Nodes in Docprompt
Overview
In Docprompt, nodes are fundamental structures used to represent and manage documents and their pages. They provide a way to store state and metadata associated with documents and individual pages, enabling advanced document analysis and processing capabilities.
Key Concepts
DocumentNode
A DocumentNode
represents a single document within the Docprompt system. It serves as a container for document-level metadata and provides access to individual pages through PageNode
instances.
class DocumentNode(BaseModel, Generic[DocumentNodeMetadata, PageNodeMetadata]):
document: Document
page_nodes: List[PageNode[PageNodeMetadata]]
metadata: Optional[DocumentNodeMetadata]
Key features:
- Stores a reference to the underlying Document
object
- Maintains a list of PageNode
instances representing individual pages
- Allows for custom document-level metadata
- Provides access to a DocumentProvenanceLocator
for efficient text search within the document
PageNode
A PageNode
represents a single page within a document. It stores page-specific information and provides access to various analysis results, such as OCR data.
class PageNode(BaseModel, Generic[PageNodeMetadata]):
document: "DocumentNode"
page_number: PositiveInt
metadata: Optional[PageNodeMetadata]
extra: Dict[str, Any]
ocr_results: ResultContainer[OcrPageResult]
Key features:
- References the parent DocumentNode
- Stores the page number
- Allows for custom page-level metadata
- Provides a flexible extra
field for additional data storage
- Stores OCR results in a ResultContainer
Usage
Creating a DocumentNode
You can create a DocumentNode
from a Document
instance:
from docprompt import load_document, DocumentNode
document = load_document("path/to/my.pdf")
document_node = DocumentNode.from_document(document)
Working with OCR Results
After processing a document with an OCR provider, you can access the results through the DocumentNode
and PageNode
structures:
from docprompt.tasks.ocr.gcp import GoogleOcrProvider
provider = GoogleOcrProvider.from_service_account_file(
project_id=my_project_id,
processor_id=my_processor_id,
service_account_file=path_to_service_file
)
provider.process_document_node(document_node)

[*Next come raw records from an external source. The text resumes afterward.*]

/* SPDX-License-Identifier: GPL-3.0-or-later */
#include "emit/cascade.h"

#include <stdio.h>
#include <stdlib.h>
#include <string.h>

typedef struct made { const char *text, *name; } made;   /* kernels already emitted */

typedef struct builder {
    const pw_cascade *c;
    pw_arena *arena;
    pw_code *file;
    pw_kernel kernel[PW_MAX_SECTIONS];
    const char *name[PW_MAX_SECTIONS];   /* of the kernel; null: the section has none */
    made made[2 * PW_MAX_SECTIONS];
    int mades;
} builder;

static int sections_that_fit(const pw_cascade *cascade)
{
    pw_arena arena = {0};
    int fit = 0;
    for (int i = 0; i < cascade->realisation->count && cascade->target->instructions != PW_ANY; i++) {
        pw_kernel kernel;
        fit += pw_kernel_choose(cascade->realisation, i, cascade->target, &arena, &kernel);
    }
    pw_arena_free(&arena);
    return fit;
}

bool pw_cascade_fits(const pw_cascade *cascade) { return sections_that_fit(cascade) > 0; }

bool pw_cascade_fits_all(const pw_cascade *cascade)
{
    return cascade->realisation->count > 0 && sections_that_fit(cascade) == cascade->realisation->count;
}

/* Emits a kernel, or finds the same one that an earlier section has; its name. */
static pw_status function(builder *b, const pw_kernel *k, const char *form, const char **name)
{
    pw_text text = {0};
    pw_status status = pw_kernel_text(k, "", form, &text);
    for (int i = 0; !status && i < b->mades; i++)
        if (!strcmp(b->made[i].text, pw_text_string(&text))) {
            *name = b->made[i].name;
            pw_text_free(&text);
            return PW_OK;
        }
    if (!status) {
        *name = pw_arena_print(b->arena, "%s_%s_%d", b->file->stage, k->kernel, b->mades + 1);
        b->made[b->mades++] = (made){pw_arena_copy(b->arena, pw_text_string(&text)), *name};
        pw_text_free(&text);
        status = pw_kernel_text(k, *name, form, &text);
        pw_blank(b->file);
        pw_raw(b->file, pw_arena_copy(b->arena, pw_text_string(&text)));
    }
    pw_text_free(&text);
    return status;
}

static pw_status kernel_of(builder *b, int i)
{
    const char *form = NULL;
    pw_status status = PW_OK;
    if (b->kernel[i].needs_form) {
        pw_kernel plain;
        (void)pw_kernel_form(b->c->realisation, i, b->arena, &plain);
        pw_template_set(&plain.values, "attribute", "__attribute__((used, noinline)) ");
        status = function(b, &plain, NULL, &form);
    }
    return status ? status : function(b, &b->kernel[i], form, &b->name[i]);
}

static void table(builder *b, int i)
{
    const pw_kernel *k = &b->kernel[i];
    pw_code *group = pw_section_group(b->file, i + 1);
    pw_comment_line(group, pw_arena_print(b->arena, "Section %d: %s%s.", i + 1, k->why,
                                          k->clamps ? "" : "; it cannot clip, so nothing is clamped"));
    if (!k->words) return;
    int32_t *words = pw_arena_take(b->arena, sizeof k->word);
    memcpy(words, k->word, sizeof k->word);
    pw_array_words(group, pw_arena_print(b->arena, "static const int32_t $_words_#[%d]", k->words), words, k->words);
}

static const char *call_text(builder *b, int i, const char *state)
{
    const pw_kernel *k = &b->kernel[i];
    return pw_arena_print(b->arena, "%s%s(%s, %s%s, out, whole);", k->clamps ? "s->clipped += " : "(void)", b->name[i], state,
                          k->words ? "$_words_#, " : "", i ? "out" : "in");
}

/* Members of a struct are no array: they go through one, in which a kernel may count on its place. */
static void call(builder *b, int i, pw_code *body)
{
    pw_code *group = pw_section_group(body, i + 1);
    if (b->c->array) {
        pw_put(group, call_text(b, i, "s->d[`]"));
        return;
    }
    const pw_words *w = &b->c->realisation->section[i];
    pw_code *block = pw_block(group, "", "");
    const char *member[4], *values = "";
    for (int m = 0; m < 4; m++) {
        member[m] = b->c->member(b->c->of, w, m);
        values = pw_arena_print(b->arena, "%s%s%s", values, m ? ", " : "", member[m] ? member[m] : "0");
    }
    pw_put(block, pw_arena_print(b->arena, "@ d[4] = {%s};", values));
    pw_put(block, call_text(b, i, "d"));
    for (int m = 0; m < 4; m++)
        if (member[m]) pw_put(block, pw_arena_print(b->arena, "%s = d[%d];", member[m], m));
}

static void calls(builder *b)
{
    int multiple = 1, count = b->c->realisation->count;
    for (int i = 0; i < count; i++)
        if (b->name[i] && b->kernel[i].multiple > multiple) multiple = b->kernel[i].multiple;
    pw_code *f = pw_function(b->file, "void $_block($_state *s, const @ *in, @ *out, size_t n)");
    pw_put(f, pw_arena_print(b->arena, "const size_t whole = n - n %% %d;", multiple));
    pw_put(f, "size_t i;");
    pw_code *body = pw_block(f, "if (whole > 0)", "");
    for (int i = 0; i < count; i++) {
        if (b->name[i]) call(b, i, body);
        else pw_put(pw_section_group(body, i + 1),
                    pw_arena_print(b->arena, "for (i = 0; i < whole; i++) out[i] = $_section_#(s, %s[i]);", i ? "out" : "in"));
    }
    pw_put(f, "for (i = whole; i < n; i++) out[i] = $_cascade(s, in[i]);");
}

pw_status pw_cascade_emit(const pw_cascade *cascade, pw_code *file)
{
    builder *b = pw_arena_take(file->arena, sizeof *b);
    *b = (builder){.c = cascade, .arena = file->arena, .file = file};
    pw_status status = PW_OK;
    for (int i = 0; !status && i < cascade->realisation->count; i++)
        if (pw_kernel_choose(cascade->realisation, i, cascade->target, b->arena, &b->kernel[i]))
            status = kernel_of(b, i);
    pw_blank(file);
    for (int i = 0; !status && i < cascade->realisation->count; i++)
        if (b->name[i]) table(b, i);
    pw_blank(file);
    if (!status) calls(b);
    return status;
}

# Access OCR results for a specific page
ocr_result = document_node.page_nodes[0].ocr_results
Using DocumentProvenanceLocator
The DocumentProvenanceLocator
is a powerful tool for searching text within a document:
# Search for text across the entire document
results = document_node.locator.search("John Doe")
# Search for text on a specific page
page_results = document_node.locator.search("Jane Doe", page_number=4)
Benefits of Using Nodes
-
Separation of Concerns: Nodes allow you to separate the core PDF functionality (handled by the
Document
class) from additional metadata and analysis results. -
Flexible Metadata: Both
DocumentNode
andPageNode
support generic metadata types, allowing you to add custom, type-safe metadata to your documents and pages. -
Result Caching: Nodes provide a convenient way to cache and access results from various analysis tasks, such as OCR.
-
Efficient Text Search: The
DocumentProvenanceLocator
enables fast text search capabilities, leveraging OCR results for improved performance. -
Extensibility: The node structure allows for easy integration of new analysis tools and result types in the future.
By using the node structure in Docprompt, you can build powerful document analysis workflows that combine the core PDF functionality with advanced processing and search capabilities.